■ Task directions
For this listing, report how many lines contain the string "Made", using only a number.

[Data — start]

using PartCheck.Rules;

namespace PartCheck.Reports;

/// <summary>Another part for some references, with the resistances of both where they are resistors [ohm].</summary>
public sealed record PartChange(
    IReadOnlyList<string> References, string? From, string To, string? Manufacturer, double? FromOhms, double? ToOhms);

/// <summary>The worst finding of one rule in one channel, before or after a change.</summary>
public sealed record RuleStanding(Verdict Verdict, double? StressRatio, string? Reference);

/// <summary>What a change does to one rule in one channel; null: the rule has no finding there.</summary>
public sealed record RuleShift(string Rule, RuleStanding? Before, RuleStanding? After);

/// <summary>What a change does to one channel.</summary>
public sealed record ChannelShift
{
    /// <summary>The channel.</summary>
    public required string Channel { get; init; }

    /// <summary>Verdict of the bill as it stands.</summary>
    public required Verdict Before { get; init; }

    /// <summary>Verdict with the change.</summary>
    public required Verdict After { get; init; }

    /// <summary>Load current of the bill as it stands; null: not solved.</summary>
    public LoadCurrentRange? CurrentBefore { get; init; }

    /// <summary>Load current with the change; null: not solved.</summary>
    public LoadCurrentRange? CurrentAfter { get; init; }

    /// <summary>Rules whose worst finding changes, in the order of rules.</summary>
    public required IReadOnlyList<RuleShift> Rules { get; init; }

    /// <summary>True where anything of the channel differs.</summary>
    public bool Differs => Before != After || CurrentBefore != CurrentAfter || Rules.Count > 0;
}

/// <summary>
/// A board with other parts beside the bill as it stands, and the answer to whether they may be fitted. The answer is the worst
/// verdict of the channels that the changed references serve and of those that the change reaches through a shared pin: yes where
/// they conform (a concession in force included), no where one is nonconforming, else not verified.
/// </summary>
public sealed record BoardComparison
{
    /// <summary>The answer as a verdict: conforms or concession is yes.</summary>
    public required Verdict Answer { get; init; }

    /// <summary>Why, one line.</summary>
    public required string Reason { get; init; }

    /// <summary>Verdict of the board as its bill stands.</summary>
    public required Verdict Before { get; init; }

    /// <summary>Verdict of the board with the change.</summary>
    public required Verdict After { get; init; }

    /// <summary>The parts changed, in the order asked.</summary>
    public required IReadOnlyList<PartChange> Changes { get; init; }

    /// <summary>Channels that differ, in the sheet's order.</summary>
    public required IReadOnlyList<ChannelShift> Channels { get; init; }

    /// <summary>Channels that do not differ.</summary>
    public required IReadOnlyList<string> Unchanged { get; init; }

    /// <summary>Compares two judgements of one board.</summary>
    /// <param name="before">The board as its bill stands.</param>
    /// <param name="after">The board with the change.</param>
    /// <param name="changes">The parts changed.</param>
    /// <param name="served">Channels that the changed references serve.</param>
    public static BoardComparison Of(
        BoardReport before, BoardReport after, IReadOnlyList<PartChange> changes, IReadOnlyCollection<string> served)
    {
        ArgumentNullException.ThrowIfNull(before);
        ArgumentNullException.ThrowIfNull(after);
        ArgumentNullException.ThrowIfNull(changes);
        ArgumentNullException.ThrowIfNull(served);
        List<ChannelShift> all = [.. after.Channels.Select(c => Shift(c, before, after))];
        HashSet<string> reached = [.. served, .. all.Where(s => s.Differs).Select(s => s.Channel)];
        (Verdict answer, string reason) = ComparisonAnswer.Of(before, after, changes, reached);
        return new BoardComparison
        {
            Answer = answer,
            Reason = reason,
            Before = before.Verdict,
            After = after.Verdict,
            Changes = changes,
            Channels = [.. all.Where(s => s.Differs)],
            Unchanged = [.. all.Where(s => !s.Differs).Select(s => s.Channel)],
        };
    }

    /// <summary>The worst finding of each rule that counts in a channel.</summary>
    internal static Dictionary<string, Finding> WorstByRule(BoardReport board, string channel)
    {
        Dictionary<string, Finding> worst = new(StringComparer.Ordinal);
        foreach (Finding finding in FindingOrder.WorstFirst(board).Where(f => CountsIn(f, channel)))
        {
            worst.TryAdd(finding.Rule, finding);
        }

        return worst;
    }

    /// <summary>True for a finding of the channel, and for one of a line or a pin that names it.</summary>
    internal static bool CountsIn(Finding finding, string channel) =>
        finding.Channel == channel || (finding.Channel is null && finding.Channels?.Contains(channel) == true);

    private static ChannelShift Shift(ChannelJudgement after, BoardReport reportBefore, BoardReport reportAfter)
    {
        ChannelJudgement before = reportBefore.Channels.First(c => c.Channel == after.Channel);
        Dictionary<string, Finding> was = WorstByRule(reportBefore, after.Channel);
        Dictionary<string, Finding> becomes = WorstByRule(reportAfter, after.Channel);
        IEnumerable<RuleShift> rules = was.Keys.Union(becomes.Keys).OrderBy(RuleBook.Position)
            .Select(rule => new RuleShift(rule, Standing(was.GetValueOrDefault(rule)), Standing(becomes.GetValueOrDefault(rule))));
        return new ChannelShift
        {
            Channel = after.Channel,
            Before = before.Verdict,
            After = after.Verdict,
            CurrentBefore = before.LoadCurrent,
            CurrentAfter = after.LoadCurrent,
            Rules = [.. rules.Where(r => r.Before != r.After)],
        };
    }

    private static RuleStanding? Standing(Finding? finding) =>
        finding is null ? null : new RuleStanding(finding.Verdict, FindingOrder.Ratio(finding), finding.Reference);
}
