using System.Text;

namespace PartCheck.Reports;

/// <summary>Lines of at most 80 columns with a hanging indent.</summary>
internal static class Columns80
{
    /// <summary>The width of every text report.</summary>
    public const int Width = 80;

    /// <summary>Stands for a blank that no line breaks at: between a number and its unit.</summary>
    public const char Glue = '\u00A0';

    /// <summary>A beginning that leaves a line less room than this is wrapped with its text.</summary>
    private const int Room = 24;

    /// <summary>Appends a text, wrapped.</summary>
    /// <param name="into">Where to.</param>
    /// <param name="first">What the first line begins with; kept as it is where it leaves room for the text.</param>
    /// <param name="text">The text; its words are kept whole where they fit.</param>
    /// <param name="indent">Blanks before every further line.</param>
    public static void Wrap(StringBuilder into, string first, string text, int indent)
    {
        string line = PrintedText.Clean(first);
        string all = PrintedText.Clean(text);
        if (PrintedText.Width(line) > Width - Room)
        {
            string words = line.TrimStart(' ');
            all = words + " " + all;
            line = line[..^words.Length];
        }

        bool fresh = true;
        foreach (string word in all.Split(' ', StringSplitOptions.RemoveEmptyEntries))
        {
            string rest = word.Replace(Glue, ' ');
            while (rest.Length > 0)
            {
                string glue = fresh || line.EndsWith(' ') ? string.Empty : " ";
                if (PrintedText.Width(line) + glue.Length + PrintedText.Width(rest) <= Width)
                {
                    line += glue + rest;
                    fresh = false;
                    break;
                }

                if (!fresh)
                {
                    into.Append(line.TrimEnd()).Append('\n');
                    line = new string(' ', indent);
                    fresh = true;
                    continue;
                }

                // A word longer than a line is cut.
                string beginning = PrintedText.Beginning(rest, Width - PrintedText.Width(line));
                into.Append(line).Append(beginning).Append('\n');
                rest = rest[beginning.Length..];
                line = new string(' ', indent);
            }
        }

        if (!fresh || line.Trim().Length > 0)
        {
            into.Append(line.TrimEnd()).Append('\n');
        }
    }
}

[Data — finish]
[Data — start]

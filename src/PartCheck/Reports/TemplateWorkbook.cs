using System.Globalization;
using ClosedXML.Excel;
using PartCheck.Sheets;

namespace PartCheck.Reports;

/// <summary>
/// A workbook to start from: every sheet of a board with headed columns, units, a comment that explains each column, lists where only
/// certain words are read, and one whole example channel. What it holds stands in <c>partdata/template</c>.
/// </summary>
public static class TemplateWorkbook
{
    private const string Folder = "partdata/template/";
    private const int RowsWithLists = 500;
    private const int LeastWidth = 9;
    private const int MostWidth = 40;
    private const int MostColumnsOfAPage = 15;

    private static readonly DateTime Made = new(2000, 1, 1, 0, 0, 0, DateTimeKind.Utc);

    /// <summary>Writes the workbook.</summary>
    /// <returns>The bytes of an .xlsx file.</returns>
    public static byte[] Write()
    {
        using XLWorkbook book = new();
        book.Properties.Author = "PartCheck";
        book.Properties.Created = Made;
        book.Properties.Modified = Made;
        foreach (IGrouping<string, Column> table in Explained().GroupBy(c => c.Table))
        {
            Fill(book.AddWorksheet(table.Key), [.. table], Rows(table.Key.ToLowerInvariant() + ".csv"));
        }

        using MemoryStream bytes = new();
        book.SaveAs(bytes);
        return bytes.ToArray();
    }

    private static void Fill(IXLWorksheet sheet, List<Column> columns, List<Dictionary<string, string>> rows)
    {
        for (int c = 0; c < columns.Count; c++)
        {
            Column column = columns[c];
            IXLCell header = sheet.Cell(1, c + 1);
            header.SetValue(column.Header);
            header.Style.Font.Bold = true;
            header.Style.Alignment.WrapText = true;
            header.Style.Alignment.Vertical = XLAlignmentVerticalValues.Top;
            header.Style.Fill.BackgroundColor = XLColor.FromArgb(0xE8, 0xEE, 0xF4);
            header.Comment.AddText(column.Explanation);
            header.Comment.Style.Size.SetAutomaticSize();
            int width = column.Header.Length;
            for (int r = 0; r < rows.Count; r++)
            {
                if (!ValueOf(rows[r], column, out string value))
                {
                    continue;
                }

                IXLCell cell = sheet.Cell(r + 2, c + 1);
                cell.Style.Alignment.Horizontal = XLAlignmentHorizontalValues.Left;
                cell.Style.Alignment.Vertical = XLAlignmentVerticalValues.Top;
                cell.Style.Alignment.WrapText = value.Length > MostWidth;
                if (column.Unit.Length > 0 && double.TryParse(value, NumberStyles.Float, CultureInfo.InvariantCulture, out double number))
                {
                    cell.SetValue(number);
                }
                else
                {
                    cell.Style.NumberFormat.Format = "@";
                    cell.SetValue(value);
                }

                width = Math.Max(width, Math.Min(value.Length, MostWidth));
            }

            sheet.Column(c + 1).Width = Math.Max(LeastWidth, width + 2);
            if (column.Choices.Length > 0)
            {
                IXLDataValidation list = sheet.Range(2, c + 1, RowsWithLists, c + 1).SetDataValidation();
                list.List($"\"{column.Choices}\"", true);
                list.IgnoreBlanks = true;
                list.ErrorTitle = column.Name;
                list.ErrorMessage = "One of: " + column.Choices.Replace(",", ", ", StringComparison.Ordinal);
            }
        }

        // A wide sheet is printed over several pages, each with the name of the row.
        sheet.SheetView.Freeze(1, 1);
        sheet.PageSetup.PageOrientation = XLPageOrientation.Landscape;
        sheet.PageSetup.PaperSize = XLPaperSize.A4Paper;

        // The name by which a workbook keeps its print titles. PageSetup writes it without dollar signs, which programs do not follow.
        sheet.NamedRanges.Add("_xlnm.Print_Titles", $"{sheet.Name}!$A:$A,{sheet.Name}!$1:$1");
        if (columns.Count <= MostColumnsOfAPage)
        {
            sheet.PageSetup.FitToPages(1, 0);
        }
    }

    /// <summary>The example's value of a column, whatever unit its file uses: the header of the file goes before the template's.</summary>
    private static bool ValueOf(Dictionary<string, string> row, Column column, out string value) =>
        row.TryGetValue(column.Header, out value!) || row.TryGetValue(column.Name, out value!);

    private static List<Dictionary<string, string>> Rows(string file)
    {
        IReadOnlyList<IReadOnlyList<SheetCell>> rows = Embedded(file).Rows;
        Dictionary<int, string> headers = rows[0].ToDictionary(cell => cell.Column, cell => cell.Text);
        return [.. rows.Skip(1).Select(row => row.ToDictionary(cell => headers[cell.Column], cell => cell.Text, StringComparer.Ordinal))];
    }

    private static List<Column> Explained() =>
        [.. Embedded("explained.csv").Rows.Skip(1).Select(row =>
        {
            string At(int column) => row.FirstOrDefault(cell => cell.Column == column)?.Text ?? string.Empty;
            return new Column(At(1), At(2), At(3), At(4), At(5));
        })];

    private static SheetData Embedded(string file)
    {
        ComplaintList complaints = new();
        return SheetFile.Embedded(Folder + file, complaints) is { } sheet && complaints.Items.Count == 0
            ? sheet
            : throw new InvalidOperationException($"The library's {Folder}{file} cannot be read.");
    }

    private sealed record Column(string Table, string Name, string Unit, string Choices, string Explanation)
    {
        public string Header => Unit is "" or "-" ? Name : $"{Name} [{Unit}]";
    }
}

[Data — finish]

■ Exercise output
3